[Data supplied]

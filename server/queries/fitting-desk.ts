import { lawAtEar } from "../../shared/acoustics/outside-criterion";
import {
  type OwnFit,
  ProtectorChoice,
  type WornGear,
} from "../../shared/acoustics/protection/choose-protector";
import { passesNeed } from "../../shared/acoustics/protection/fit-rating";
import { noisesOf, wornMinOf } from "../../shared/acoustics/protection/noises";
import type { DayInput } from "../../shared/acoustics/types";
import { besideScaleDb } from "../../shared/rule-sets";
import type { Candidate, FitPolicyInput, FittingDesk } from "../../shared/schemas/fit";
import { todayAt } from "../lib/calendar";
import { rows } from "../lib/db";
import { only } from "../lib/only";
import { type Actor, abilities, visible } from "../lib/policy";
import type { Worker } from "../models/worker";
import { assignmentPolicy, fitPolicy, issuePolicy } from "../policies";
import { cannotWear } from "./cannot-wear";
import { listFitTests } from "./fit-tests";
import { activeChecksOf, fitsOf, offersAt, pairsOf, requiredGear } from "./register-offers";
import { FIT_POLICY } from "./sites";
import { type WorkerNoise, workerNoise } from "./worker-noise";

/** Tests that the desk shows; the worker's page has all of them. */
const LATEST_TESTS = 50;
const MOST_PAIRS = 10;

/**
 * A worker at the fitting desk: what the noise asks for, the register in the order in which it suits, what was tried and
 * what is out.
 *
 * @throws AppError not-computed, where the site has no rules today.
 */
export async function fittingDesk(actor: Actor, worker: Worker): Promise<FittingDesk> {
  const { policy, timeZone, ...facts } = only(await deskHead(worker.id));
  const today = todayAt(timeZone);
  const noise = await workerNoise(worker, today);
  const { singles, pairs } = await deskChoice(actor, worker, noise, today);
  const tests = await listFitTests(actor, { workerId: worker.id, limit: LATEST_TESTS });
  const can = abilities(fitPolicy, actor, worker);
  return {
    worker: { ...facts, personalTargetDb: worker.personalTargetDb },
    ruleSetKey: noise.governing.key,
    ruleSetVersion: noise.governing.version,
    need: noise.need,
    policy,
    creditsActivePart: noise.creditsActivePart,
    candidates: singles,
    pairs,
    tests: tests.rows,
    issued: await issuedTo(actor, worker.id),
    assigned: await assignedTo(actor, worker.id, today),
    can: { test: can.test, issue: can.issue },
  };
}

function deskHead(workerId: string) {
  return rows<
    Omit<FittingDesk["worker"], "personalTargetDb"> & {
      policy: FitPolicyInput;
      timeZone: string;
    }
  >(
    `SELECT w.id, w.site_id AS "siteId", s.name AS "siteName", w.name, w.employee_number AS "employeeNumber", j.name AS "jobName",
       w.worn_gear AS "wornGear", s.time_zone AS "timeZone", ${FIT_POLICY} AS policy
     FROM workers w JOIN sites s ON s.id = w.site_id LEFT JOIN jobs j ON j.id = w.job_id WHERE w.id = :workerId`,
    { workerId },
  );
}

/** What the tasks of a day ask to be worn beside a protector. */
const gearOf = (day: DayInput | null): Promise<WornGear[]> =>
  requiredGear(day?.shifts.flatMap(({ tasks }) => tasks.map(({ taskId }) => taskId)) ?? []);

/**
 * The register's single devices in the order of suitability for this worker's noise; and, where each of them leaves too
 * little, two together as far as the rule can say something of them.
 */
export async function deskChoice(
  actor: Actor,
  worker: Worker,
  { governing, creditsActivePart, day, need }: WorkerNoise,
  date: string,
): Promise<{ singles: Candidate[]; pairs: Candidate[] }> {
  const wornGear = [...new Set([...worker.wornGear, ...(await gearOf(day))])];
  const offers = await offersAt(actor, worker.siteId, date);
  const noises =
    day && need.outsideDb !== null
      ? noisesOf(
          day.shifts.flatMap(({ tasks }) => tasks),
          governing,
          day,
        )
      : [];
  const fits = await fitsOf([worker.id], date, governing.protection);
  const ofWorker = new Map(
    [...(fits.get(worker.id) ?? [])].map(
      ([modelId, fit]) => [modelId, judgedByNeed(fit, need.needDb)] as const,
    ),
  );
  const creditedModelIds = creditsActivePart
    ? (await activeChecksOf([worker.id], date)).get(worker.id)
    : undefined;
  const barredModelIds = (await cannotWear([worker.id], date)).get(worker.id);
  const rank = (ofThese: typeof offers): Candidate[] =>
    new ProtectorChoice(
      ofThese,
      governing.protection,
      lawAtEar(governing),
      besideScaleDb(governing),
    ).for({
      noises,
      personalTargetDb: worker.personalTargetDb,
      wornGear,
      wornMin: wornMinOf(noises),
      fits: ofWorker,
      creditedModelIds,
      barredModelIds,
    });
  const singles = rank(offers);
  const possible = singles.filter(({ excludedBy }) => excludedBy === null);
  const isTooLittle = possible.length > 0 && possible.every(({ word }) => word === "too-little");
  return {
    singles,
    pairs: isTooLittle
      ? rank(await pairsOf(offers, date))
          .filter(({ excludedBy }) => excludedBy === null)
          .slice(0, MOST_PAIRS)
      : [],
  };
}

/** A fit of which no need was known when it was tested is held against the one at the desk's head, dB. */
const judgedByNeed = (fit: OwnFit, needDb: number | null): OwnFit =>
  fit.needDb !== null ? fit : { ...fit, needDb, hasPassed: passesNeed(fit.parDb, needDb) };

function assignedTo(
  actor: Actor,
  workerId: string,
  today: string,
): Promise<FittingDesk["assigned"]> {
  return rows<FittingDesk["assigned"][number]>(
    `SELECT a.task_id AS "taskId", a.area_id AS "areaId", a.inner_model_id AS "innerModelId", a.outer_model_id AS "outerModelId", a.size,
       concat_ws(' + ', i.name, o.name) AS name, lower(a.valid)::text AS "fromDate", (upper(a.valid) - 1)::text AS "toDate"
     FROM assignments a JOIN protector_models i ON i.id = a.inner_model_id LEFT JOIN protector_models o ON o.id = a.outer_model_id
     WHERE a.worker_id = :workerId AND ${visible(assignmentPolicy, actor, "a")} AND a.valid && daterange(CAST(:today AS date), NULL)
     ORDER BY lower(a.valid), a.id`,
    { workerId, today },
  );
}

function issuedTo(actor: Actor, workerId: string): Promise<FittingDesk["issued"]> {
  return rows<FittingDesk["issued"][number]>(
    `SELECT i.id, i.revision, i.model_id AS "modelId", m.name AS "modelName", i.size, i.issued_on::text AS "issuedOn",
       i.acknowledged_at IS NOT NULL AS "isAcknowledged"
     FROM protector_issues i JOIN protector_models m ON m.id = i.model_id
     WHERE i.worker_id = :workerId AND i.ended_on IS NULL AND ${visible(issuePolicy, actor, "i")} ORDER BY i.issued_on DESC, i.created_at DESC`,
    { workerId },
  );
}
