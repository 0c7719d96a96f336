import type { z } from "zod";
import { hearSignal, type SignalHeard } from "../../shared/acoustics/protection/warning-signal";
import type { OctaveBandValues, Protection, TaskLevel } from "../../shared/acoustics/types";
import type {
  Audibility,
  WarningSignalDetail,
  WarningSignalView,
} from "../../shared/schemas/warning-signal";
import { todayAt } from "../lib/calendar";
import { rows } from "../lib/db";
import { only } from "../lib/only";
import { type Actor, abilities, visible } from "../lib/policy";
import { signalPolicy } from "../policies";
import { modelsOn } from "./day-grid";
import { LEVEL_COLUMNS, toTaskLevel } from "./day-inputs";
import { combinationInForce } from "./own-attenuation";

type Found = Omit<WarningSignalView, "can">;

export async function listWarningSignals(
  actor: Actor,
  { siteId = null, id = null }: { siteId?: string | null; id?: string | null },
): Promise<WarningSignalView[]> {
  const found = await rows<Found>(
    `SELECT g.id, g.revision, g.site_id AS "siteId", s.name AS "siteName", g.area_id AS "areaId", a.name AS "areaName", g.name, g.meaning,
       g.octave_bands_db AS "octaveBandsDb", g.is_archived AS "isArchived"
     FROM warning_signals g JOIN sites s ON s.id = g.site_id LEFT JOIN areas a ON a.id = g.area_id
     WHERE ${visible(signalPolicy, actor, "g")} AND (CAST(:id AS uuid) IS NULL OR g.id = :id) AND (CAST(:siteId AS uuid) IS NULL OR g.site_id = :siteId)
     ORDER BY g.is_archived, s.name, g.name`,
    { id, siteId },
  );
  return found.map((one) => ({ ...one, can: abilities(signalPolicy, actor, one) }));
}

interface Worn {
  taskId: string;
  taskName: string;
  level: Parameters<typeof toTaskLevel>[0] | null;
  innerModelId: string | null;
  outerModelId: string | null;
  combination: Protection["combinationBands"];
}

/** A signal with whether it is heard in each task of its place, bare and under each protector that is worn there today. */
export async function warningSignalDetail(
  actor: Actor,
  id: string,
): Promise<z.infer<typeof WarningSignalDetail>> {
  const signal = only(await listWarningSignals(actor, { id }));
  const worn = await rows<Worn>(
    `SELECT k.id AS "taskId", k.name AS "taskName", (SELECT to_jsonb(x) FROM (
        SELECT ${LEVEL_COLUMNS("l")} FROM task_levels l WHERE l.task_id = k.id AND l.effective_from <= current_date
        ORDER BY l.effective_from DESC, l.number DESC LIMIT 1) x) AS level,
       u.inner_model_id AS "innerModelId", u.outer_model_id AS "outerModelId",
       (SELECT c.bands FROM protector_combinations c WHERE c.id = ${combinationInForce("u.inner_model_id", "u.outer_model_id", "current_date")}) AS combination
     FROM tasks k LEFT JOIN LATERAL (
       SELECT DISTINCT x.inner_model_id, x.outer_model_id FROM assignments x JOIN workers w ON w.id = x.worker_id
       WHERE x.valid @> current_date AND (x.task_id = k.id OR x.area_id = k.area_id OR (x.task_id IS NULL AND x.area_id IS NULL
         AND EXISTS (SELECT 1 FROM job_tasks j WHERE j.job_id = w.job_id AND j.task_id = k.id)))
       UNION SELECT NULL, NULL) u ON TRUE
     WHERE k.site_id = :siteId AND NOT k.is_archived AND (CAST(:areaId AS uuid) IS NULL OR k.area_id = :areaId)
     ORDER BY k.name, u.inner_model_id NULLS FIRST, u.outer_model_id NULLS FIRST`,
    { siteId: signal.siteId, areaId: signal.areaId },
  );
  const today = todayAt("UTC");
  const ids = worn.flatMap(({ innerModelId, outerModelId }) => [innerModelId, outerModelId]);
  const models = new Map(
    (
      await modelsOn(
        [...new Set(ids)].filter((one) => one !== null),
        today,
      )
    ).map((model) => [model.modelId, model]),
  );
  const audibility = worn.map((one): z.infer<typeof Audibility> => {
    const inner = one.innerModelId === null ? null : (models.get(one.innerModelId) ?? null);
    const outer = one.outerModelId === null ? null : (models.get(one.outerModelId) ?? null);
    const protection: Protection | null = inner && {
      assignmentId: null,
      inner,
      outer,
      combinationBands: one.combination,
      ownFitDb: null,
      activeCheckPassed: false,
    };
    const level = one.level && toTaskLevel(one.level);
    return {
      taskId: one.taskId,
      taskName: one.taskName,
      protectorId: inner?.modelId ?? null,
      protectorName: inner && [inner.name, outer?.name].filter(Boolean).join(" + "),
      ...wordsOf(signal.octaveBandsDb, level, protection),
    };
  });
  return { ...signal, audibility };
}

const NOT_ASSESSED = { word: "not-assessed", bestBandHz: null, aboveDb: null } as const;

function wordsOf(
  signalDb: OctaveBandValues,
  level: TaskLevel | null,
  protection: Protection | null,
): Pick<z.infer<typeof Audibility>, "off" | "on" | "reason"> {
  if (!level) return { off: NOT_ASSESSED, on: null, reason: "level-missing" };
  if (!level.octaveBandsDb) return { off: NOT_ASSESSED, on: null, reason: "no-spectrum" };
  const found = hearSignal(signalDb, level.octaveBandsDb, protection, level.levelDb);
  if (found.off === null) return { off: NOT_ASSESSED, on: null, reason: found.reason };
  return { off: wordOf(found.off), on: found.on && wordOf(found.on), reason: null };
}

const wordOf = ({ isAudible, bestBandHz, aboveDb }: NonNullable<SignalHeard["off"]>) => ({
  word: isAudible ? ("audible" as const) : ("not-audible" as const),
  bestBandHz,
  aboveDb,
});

[/Data supplied]

What is being asked >>
Search each line of the listing for the word "types", then state how many lines contain it and nothing else.

Response for this exercise >>
2